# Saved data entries
-*-
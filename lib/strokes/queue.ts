// Group commit for stroke saves. Every phone at the bench posts its strokes as they are heard, so
// saves arrive many at a time; a save that finds the database idle is written at once, and saves
// that arrive while a batch is being written wait and go together into the next one. Nothing is
// held back on a timer, so a lone phone sees no added delay.
import type { Db } from "@/db/client";
import { saveStrokeBatch, type StrokeSave, type StrokeSaveOutcome, type StrokeSaveResult } from "./batch";

/** At most this many strokes go into one batch (PostgreSQL takes at most 65,535 values per statement; a stroke takes 10). */
export const MAX_BATCH_STROKES = 2000;

interface Waiting {
  save: StrokeSave;
  resolve(result: StrokeSaveResult): void;
  reject(error: unknown): void;
}

export class StrokeSaveQueue {
  private readonly waiting: Waiting[] = [];
  private running = 0;
  private scheduled = false;

  constructor(
    private readonly write: (batch: StrokeSave[]) => Promise<StrokeSaveOutcome[]>,
    /** Batches written at the same time. */
    private readonly concurrency = 1,
    private readonly maxStrokes = MAX_BATCH_STROKES,
  ) {}

  submit(save: StrokeSave): Promise<StrokeSaveResult> {
    return new Promise<StrokeSaveResult>((resolve, reject) => {
      this.waiting.push({ save, resolve, reject });
      // Not at once: the requests that arrived together are still being read; they join when
      // this turn of the event loop has handled its input.
      if (!this.scheduled) {
        this.scheduled = true;
        setImmediate(() => {
          this.scheduled = false;
          this.pump();
        });
      }
    });
  }

  private pump(): void {
    while (this.running < this.concurrency && this.waiting.length > 0) {
      let strokeCount = this.waiting[0]!.save.strokes.length;
      let take = 1;
      while (take < this.waiting.length && strokeCount + this.waiting[take]!.save.strokes.length <= this.maxStrokes) {
        strokeCount += this.waiting[take]!.save.strokes.length;
        take++;
      }
      const batch = this.waiting.splice(0, take);
      this.running++;
      this.write(batch.map((w) => w.save))
        .then(
          (outcomes) => outcomes.forEach((o, i) => (o.ok ? batch[i]!.resolve(o.result) : batch[i]!.reject(o.error))),
          (err: unknown) => batch.forEach((w) => w.reject(err)),
        )
        .finally(() => {
          this.running--;
          this.pump();
        });
    }
  }
}

const queues = new WeakMap<Db, StrokeSaveQueue>();

/**
 * The queue for a database. One batch at a time: the embedded database runs one transaction at a
 * time anyway, and on a server one batch of many saves costs about what one save did. (Should the
 * framework load this module twice, each copy has its own queue; batches from the two still lock
 * their seats in one order, so the outcome is the same.)
 */
export function strokeQueueFor(db: Db): StrokeSaveQueue {
  let queue = queues.get(db);
  if (!queue) {
    queue = new StrokeSaveQueue((batch) => saveStrokeBatch(db, batch));
    queues.set(db, queue);
  }
  return queue;
}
-*-
# EXERCISE GOAL
Each record above, from first to last, should be written out again exactly.

# SOLUTION TO THE EXERCISE
filename lib/strokes/queue.ts
// Group commit for stroke saves. Every phone at the bench posts its strokes as they are heard, so
// saves arrive many at a time; a save that finds the database idle is written at once, and saves
// that arrive while a batch is being written wait and go together into the next one. Nothing is
// held back on a timer, so a lone phone sees no added delay.
import type { Db } from "@/db/client";
import { saveStrokeBatch, type StrokeSave, type StrokeSaveOutcome, type StrokeSaveResult } from "./batch";

/** At most this many strokes go into one batch (PostgreSQL takes at most 65,535 values per statement; a stroke takes 10). */
export const MAX_BATCH_STROKES = 2000;

interface Waiting {
  save: StrokeSave;
  resolve(result: StrokeSaveResult): void;
  reject(error: unknown): void;
}

export class StrokeSaveQueue {
  private readonly waiting: Waiting[] = [];
  private running = 0;
  private scheduled = false;

  constructor(
    private readonly write: (batch: StrokeSave[]) => Promise<StrokeSaveOutcome[]>,
    /** Batches written at the same time. */
    private readonly concurrency = 1,
    private readonly maxStrokes = MAX_BATCH_STROKES,
  ) {}

  submit(save: StrokeSave): Promise<StrokeSaveResult> {
    return new Promise<StrokeSaveResult>((resolve, reject) => {
      this.waiting.push({ save, resolve, reject });
      // Not at once: the requests that arrived together are still being read; they join when
      // this turn of the event loop has handled its input.
      if (!this.scheduled) {
        this.scheduled = true;
        setImmediate(() => {
          this.scheduled = false;
          this.pump();
        });
      }
    });
  }

  private pump(): void {
    while (this.running < this.concurrency && this.waiting.length > 0) {
      let strokeCount = this.waiting[0]!.save.strokes.length;
      let take = 1;
      while (take < this.waiting.length && strokeCount + this.waiting[take]!.save.strokes.length <= this.maxStrokes) {
        strokeCount += this.waiting[take]!.save.strokes.length;
        take++;
      }
      const batch = this.waiting.splice(0, take);
      this.running++;
      this.write(batch.map((w) => w.save))
        .then(
          (outcomes) => outcomes.forEach((o, i) => (o.ok ? batch[i]!.resolve(o.result) : batch[i]!.reject(o.error))),
          (err: unknown) => batch.forEach((w) => w.reject(err)),
        )
        .finally(() => {
          this.running--;
          this.pump();
        });
    }
  }
}

const queues = new WeakMap<Db, StrokeSaveQueue>();

/**
 * The queue for a database. One batch at a time: the embedded database runs one transaction at a
 * time anyway, and on a server one batch of many saves costs about what one save did. (Should the
 * framework load this module twice, each copy has its own queue; batches from the two still lock
 * their seats in one order, so the outcome is the same.)
 */
export function strokeQueueFor(db: Db): StrokeSaveQueue {
  let queue = queues.get(db);
  if (!queue) {
    queue = new StrokeSaveQueue((batch) => saveStrokeBatch(db, batch));
    queues.set(db, queue);
  }
  return queue;
}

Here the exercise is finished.